[Opening Task input section]
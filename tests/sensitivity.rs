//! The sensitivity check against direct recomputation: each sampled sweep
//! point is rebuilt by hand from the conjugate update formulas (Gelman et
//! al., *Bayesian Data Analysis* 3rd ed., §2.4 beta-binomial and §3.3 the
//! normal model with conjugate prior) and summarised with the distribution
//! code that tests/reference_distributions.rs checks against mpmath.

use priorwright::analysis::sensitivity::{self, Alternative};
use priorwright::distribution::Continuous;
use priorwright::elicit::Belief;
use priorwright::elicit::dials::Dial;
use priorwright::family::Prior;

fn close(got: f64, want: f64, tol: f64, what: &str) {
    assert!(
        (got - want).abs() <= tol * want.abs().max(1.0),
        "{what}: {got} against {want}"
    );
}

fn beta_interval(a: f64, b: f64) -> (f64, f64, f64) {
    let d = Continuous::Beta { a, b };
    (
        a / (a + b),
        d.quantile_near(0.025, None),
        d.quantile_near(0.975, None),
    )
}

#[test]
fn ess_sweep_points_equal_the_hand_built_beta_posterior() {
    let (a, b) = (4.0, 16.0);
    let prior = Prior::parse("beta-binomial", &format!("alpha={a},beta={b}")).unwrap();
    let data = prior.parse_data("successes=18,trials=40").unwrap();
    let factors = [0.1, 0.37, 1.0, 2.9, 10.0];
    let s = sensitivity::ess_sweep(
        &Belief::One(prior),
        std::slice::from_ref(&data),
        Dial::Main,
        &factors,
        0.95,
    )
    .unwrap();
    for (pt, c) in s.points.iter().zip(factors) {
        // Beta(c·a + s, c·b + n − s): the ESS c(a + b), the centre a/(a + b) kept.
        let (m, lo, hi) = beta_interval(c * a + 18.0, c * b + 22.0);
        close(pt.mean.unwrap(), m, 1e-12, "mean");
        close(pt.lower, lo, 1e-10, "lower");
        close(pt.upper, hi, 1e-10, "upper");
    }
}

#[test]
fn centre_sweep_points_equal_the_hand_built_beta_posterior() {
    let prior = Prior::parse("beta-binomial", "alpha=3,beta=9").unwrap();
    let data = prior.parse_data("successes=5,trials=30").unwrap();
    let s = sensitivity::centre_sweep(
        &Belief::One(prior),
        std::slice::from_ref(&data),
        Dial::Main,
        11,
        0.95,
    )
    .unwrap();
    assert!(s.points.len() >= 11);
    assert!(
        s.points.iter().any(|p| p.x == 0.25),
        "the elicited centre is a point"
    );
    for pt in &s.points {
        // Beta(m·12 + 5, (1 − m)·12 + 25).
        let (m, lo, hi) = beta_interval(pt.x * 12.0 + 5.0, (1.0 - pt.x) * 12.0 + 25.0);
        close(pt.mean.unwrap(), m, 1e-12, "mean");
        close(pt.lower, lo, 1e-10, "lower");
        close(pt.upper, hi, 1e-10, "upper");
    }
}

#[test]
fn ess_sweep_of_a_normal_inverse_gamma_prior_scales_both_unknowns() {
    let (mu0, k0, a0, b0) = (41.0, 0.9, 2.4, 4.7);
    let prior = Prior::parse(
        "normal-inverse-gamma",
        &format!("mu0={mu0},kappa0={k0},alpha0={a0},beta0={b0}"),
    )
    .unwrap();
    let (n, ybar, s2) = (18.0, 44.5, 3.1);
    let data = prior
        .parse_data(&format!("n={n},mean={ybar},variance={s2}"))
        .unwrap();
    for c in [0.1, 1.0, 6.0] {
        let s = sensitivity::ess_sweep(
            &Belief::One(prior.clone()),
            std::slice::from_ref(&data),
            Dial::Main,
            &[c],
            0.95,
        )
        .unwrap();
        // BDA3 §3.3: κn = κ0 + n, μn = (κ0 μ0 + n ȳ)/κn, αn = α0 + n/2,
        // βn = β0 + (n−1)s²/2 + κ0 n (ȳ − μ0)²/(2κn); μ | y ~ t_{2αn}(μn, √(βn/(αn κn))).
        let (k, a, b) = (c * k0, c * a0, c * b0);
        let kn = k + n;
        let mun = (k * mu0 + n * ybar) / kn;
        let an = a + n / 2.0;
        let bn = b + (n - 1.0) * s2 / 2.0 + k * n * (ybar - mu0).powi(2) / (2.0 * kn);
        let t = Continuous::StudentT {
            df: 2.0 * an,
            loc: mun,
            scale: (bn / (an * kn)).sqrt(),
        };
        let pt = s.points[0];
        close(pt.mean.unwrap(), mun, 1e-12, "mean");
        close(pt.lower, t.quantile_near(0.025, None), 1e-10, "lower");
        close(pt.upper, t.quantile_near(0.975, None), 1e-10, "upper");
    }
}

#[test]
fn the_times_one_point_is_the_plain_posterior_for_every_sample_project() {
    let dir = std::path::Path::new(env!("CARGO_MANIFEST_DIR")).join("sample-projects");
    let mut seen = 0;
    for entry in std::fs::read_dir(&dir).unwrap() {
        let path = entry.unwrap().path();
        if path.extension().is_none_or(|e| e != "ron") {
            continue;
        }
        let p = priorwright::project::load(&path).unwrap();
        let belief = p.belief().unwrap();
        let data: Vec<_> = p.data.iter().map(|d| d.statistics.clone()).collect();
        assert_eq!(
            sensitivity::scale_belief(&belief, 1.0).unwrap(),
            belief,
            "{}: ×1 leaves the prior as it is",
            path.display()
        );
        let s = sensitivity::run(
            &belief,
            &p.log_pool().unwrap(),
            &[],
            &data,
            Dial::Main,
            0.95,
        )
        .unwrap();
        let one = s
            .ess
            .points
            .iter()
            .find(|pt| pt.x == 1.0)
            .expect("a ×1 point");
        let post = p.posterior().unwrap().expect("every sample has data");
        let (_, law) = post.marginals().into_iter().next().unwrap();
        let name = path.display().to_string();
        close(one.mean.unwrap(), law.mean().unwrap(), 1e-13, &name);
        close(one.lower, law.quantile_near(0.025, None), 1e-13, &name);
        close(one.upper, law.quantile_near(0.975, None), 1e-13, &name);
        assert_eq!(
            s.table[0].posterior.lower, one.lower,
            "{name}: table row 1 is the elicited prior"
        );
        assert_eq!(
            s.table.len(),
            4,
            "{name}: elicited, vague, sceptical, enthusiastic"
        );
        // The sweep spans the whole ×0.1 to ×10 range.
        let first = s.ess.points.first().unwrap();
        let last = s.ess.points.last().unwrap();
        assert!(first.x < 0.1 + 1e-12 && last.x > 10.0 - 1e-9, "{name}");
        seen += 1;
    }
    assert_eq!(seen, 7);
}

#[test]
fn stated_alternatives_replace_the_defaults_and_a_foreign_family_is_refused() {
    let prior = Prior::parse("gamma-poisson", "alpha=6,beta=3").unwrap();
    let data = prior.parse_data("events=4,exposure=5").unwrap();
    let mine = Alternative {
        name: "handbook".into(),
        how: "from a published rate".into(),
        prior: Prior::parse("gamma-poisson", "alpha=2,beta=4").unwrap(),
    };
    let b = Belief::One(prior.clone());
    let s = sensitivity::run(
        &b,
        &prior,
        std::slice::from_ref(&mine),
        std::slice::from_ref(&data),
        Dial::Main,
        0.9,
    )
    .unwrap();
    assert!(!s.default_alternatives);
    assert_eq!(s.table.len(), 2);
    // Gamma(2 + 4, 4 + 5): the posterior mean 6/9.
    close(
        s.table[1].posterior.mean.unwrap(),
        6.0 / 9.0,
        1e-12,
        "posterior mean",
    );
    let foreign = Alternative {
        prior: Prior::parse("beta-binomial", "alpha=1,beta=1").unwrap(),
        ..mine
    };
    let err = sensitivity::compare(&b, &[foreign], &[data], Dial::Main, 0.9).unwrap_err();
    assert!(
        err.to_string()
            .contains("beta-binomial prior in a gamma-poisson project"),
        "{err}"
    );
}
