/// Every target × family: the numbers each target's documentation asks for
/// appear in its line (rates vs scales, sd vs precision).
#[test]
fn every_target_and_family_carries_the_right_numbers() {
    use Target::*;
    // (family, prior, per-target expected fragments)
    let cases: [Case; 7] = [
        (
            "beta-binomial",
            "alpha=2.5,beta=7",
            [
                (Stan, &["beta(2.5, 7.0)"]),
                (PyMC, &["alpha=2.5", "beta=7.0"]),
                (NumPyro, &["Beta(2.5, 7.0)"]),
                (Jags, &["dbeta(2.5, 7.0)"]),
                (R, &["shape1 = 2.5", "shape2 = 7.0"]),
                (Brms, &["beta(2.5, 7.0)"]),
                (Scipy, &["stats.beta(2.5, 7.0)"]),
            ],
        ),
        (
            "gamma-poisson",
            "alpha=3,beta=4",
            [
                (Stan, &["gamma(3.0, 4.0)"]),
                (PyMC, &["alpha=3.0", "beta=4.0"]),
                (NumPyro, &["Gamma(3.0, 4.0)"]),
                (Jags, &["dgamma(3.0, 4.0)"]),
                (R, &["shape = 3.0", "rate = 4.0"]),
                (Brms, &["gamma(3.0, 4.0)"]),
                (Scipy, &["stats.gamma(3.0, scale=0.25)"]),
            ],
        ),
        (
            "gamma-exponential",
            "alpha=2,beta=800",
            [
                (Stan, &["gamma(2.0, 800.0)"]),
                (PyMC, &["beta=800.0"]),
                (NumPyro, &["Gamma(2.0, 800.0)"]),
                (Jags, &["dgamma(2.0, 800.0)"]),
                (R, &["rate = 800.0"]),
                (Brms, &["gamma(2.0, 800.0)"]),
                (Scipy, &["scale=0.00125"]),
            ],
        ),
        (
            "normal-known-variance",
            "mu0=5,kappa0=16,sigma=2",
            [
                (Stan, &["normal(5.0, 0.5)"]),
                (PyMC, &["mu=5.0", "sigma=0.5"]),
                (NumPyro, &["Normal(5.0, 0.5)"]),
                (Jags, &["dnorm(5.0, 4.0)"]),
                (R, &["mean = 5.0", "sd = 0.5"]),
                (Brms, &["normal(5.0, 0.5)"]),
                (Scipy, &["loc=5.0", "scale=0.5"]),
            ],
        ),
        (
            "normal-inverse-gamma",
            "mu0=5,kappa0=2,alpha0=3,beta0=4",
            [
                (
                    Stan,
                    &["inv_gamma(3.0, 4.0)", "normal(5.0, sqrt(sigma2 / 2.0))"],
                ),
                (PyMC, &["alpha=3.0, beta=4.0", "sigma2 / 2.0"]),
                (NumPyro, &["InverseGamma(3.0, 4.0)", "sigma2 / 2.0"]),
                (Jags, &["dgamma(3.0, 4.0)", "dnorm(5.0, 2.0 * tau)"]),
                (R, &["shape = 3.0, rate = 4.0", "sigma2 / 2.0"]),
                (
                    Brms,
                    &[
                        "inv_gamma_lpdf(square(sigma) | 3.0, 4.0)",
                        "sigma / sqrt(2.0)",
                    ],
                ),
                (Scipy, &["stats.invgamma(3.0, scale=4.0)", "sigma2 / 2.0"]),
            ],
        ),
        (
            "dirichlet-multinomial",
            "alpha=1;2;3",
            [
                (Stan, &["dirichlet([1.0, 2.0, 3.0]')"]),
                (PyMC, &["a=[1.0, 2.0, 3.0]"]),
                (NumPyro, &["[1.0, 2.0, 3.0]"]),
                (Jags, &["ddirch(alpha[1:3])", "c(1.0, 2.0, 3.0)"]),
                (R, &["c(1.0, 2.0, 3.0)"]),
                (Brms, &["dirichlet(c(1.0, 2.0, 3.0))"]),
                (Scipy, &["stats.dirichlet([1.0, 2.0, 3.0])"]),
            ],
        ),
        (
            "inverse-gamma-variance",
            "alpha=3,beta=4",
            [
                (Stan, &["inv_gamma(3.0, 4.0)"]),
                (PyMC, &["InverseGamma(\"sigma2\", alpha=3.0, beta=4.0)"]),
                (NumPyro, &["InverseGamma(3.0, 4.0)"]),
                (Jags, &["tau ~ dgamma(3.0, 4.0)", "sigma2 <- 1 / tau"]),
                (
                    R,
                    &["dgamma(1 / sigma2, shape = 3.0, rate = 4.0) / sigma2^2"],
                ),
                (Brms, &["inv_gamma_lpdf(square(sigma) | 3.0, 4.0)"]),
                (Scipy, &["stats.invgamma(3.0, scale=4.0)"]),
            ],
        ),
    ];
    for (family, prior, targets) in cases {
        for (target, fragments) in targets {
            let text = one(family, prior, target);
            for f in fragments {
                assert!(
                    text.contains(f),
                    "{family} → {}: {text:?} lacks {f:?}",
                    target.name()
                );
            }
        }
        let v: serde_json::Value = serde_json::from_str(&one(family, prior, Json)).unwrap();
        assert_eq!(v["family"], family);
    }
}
[Closing Task input section]
What is expected: For the string "priorwright", show each line of the entries above where it occurs.

Exercise output:
use priorwright::analysis::sensitivity::{self, Alternative};
use priorwright::distribution::Continuous;
use priorwright::elicit::Belief;
use priorwright::elicit::dials::Dial;
use priorwright::family::Prior;
        let p = priorwright::project::load(&path).unwrap();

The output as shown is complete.